7. An Access Point (AP) is applied to a network comprising a wireless client, the AP and an Access Controller (AC), wherein the wireless client and the AP are deployed in a user network, and the AC is deployed in a cloud platform, and the AP specifically comprises:

the determining module is used for determining the type of the message when the message from the wireless client is received;

the processing module is used for performing tunnel encapsulation on the DHCP request message when the type of the message is a dynamic host configuration protocol DHCP request message; when receiving the DHCP response message returned by the AC, performing tunnel decapsulation on the DHCP response message;

the sending module is used for sending the DHCP request message after tunnel encapsulation to the AC after the tunnel encapsulation is carried out on the DHCP request message; after tunnel decapsulation is performed on the DHCP response message, the DHCP response message after tunnel decapsulation is sent to the wireless client; and the DHCP response message after the tunnel is de-encapsulated carries the address information distributed by the AC.

8. The AP of claim 7, wherein an egress gateway is further deployed within the user network; and the sending module is further configured to send the message to the egress gateway for forwarding if the type of the message is not the DHCP request message after the determining module determines the type of the message.

9. The AP of claim 7, wherein the address information allocated by the AC specifically includes: the AC is a user IP address distributed by the wireless client, the AC is a gateway IP address distributed by an exit gateway to which the wireless client belongs, and the AC is a DNS IP address distributed by a domain name system DNS server in the exit gateway to which the wireless client belongs.

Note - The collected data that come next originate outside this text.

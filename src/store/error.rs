//! Why a store operation failed, with the store's path and what to do about it.
//!
//! Every variant names the store file, so a log line is enough to act on. The daemon
//! treats any of them the same way (apply the failure mode, count the error, stay up);
//! the variants exist so that people get a specific message and tests can tell them apart.

use std::path::PathBuf;
use std::time::Duration;

/// A store operation that failed.
#[derive(Debug, Clone, thiserror::Error)]
pub enum StoreError {
    /// The folder that should hold the store does not exist.
    #[error(
        "{}: the folder for the store does not exist; create it (owned by the daemon's user, mode 0700) or set [store] path to a file in an existing folder",
        path.display()
    )]
    MissingFolder {
        /// The store path.
        path: PathBuf,
    },
    /// The path is a symbolic link, a folder or some other non-file.
    #[error(
        "{}: the store path is {kind}, not a regular file; point [store] path at a plain file (a symbolic link is refused so the store cannot be redirected)",
        path.display()
    )]
    NotRegularFile {
        /// The store path.
        path: PathBuf,
        /// What it is instead, e.g. "a symbolic link".
        kind: &'static str,
    },
    /// The file or its folder cannot be written by this process, or its mode takes write
    /// permission away from its owner.
    #[error(
        "{}: the store is read-only ({detail}); give the daemon's user write permission on the file and its folder (SQLite writes `-wal` and `-shm` files beside it)",
        path.display()
    )]
    ReadOnly {
        /// The store path.
        path: PathBuf,
        /// What refused the write.
        detail: String,
    },
    /// The file is not an SQLite database, or is one that tamis did not create.
    #[error(
        "{}: not a tamis store ({detail}); move the file aside and let tamis create a new one, or point [store] path at the right file",
        path.display()
    )]
    NotAStore {
        /// The store path.
        path: PathBuf,
        /// What was found.
        detail: String,
    },
    /// SQLite found the database damaged.
    #[error(
        "{}: the store is damaged ({detail}); stop tamis, copy the file aside, and restore it from a backup or recover it with the sqlite3 shell's `.recover`",
        path.display()
    )]
    Corrupt {
        /// The store path.
        path: PathBuf,
        /// SQLite's message.
        detail: String,
    },
    /// The store was written by a newer tamis with a schema this build does not know.
    #[error(
        "{}: the store has schema version {found}, newer than this build of tamis knows ({supported}); run the newer tamis, or point [store] path at another file (the store is left untouched)",
        path.display()
    )]
    NewerSchema {
        /// The store path.
        path: PathBuf,
        /// The version in the file.
        found: i64,
        /// The newest version this build knows.
        supported: i64,
    },
    /// Another process or connection kept the store locked for the whole busy timeout.
    #[error(
        "{}: the store stayed locked by another process or connection for {waited:?} while trying to {operation}; find what holds it (`fuser` on the file) and let it finish",
        path.display()
    )]
    Busy {
        /// The store path.
        path: PathBuf,
        /// What was being done.
        operation: &'static str,
        /// The busy timeout that ran out.
        waited: Duration,
    },
    /// No space left, or a file-size limit reached.
    #[error(
        "{}: the disk is full or a file-size limit was reached while trying to {operation}; nothing was half-written (the transaction was rolled back); free space or raise the limit",
        path.display()
    )]
    Full {
        /// The store path.
        path: PathBuf,
        /// What was being done.
        operation: &'static str,
    },
    /// A read or write of the store's files failed.
    #[error(
        "{}: an input/output error while trying to {operation} ({detail}); the transaction was rolled back; check free space, the file-size limit (`ulimit -f`) and the kernel log",
        path.display()
    )]
    Io {
        /// The store path.
        path: PathBuf,
        /// What was being done.
        operation: &'static str,
        /// The system's or SQLite's message.
        detail: String,
    },
    /// The store file was removed or replaced while this process had it open: what it
    /// writes now goes to a file nobody will read again, so a write reported as done would
    /// be lost. Every write fails with this until the process opens the store again.
    #[error(
        "{}: the store file was removed or replaced while tamis had it open ({detail}); what was just written is not in the file at this path, so it was not counted as kept; restore the file or folder, or restart tamis to open a new store there",
        path.display()
    )]
    Gone {
        /// The store path.
        path: PathBuf,
        /// What changed.
        detail: String,
    },
    /// A stored record could not be read back (a damaged blob, an unknown code).
    #[error(
        "{}: a stored record is damaged ({detail}); the rest of the store is usable; run `PRAGMA integrity_check` on a copy",
        path.display()
    )]
    DamagedRecord {
        /// The store path.
        path: PathBuf,
        /// What is wrong and where.
        detail: String,
    },
    /// A caller gave a record the store cannot keep.
    #[error("{}: cannot {operation}: {detail}", path.display())]
    Invalid {
        /// The store path.
        path: PathBuf,
        /// What was being done.
        operation: &'static str,
        /// What is wrong with the input.
        detail: String,
    },
    /// Any other SQLite failure.
    #[error(
        "{}: SQLite failed while trying to {operation} ({detail}); this is unexpected, please report it with this message",
        path.display()
    )]
    Sqlite {
        /// The store path.
        path: PathBuf,
        /// What was being done.
        operation: &'static str,
        /// SQLite's message.
        detail: String,
    },
}

impl StoreError {
    /// The store path the error is about.
    pub fn path(&self) -> &std::path::Path {
        match self {
            StoreError::MissingFolder { path }
            | StoreError::NotRegularFile { path, .. }
            | StoreError::ReadOnly { path, .. }
            | StoreError::NotAStore { path, .. }
            | StoreError::Corrupt { path, .. }
            | StoreError::NewerSchema { path, .. }
            | StoreError::Busy { path, .. }
            | StoreError::Full { path, .. }
            | StoreError::Io { path, .. }
            | StoreError::Gone { path, .. }
            | StoreError::DamagedRecord { path, .. }
            | StoreError::Invalid { path, .. }
            | StoreError::Sqlite { path, .. } => path,
        }
    }

    /// A short fixed name of the kind of error, for a metric label.
    pub fn kind(&self) -> &'static str {
        match self {
            StoreError::MissingFolder { .. } => "missing-folder",
            StoreError::NotRegularFile { .. } => "not-a-file",
            StoreError::ReadOnly { .. } => "read-only",
            StoreError::NotAStore { .. } => "not-a-store",
            StoreError::Corrupt { .. } => "corrupt",
            StoreError::NewerSchema { .. } => "newer-schema",
            StoreError::Busy { .. } => "busy",
            StoreError::Full { .. } => "full",
            StoreError::Io { .. } => "io",
            StoreError::Gone { .. } => "gone",
            StoreError::DamagedRecord { .. } => "damaged-record",
            StoreError::Invalid { .. } => "invalid",
            StoreError::Sqlite { .. } => "sqlite",
        }
    }
}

10. An Access Controller (AC) is applied to a network comprising a wireless client, an Access Point (AP) and the AC, wherein the wireless client and the AP are deployed in a user network, and the AC is deployed in a cloud platform, and the AC specifically comprises:

a receiving module, configured to receive a dynamic host configuration protocol DHCP request message from the AP; the DHCP request message is sent after the AP performs tunnel encapsulation on the DHCP request message when determining that the type of the message from the wireless client is the DHCP request message;

the processing module is used for performing tunnel decapsulation on the DHCP request message, allocating address information to the wireless client, adding the address information into a DHCP response message, and performing tunnel encapsulation on the DHCP response message;

and the sending module is used for sending the DHCP response message after the tunnel encapsulation to the AP.

11. The AC of claim 10,

the processing module is also used for allocating the same gateway IP address for the exit gateways in all the user networks and allocating the DNS IP address which is in the same IP network segment with the corresponding gateway IP address and is the same as the DNS IP address for the domain name system DNS server in the exit gateways in all the user networks; the sending module is also used for sending the allocated gateway IP address and the DNS IP address to the wireless client side which sends the DHCP request message; or,

the processing module is also used for allocating different gateway IP addresses in different IP network segments to the exit gateways in all the user networks, and allocating different DNS IP addresses in the same IP network segment with the corresponding gateway IP address to the DNS servers in the exit gateways in all the user networks; the sending module is further configured to send the gateway IP address allocated to the egress gateway in each user network and the DNS IP address allocated to the DNS server in the corresponding egress gateway to the corresponding egress gateway and the wireless client that sends the DHCP request packet in the user network.

12. The AC of claim 11, wherein the address information allocated by the AC specifically includes: the AC is a user IP address distributed by the wireless client, the AC is a gateway IP address distributed by an exit gateway to which the wireless client belongs, and the AC is a DNS IP address distributed by a DNS server in the exit gateway to which the wireless client belongs.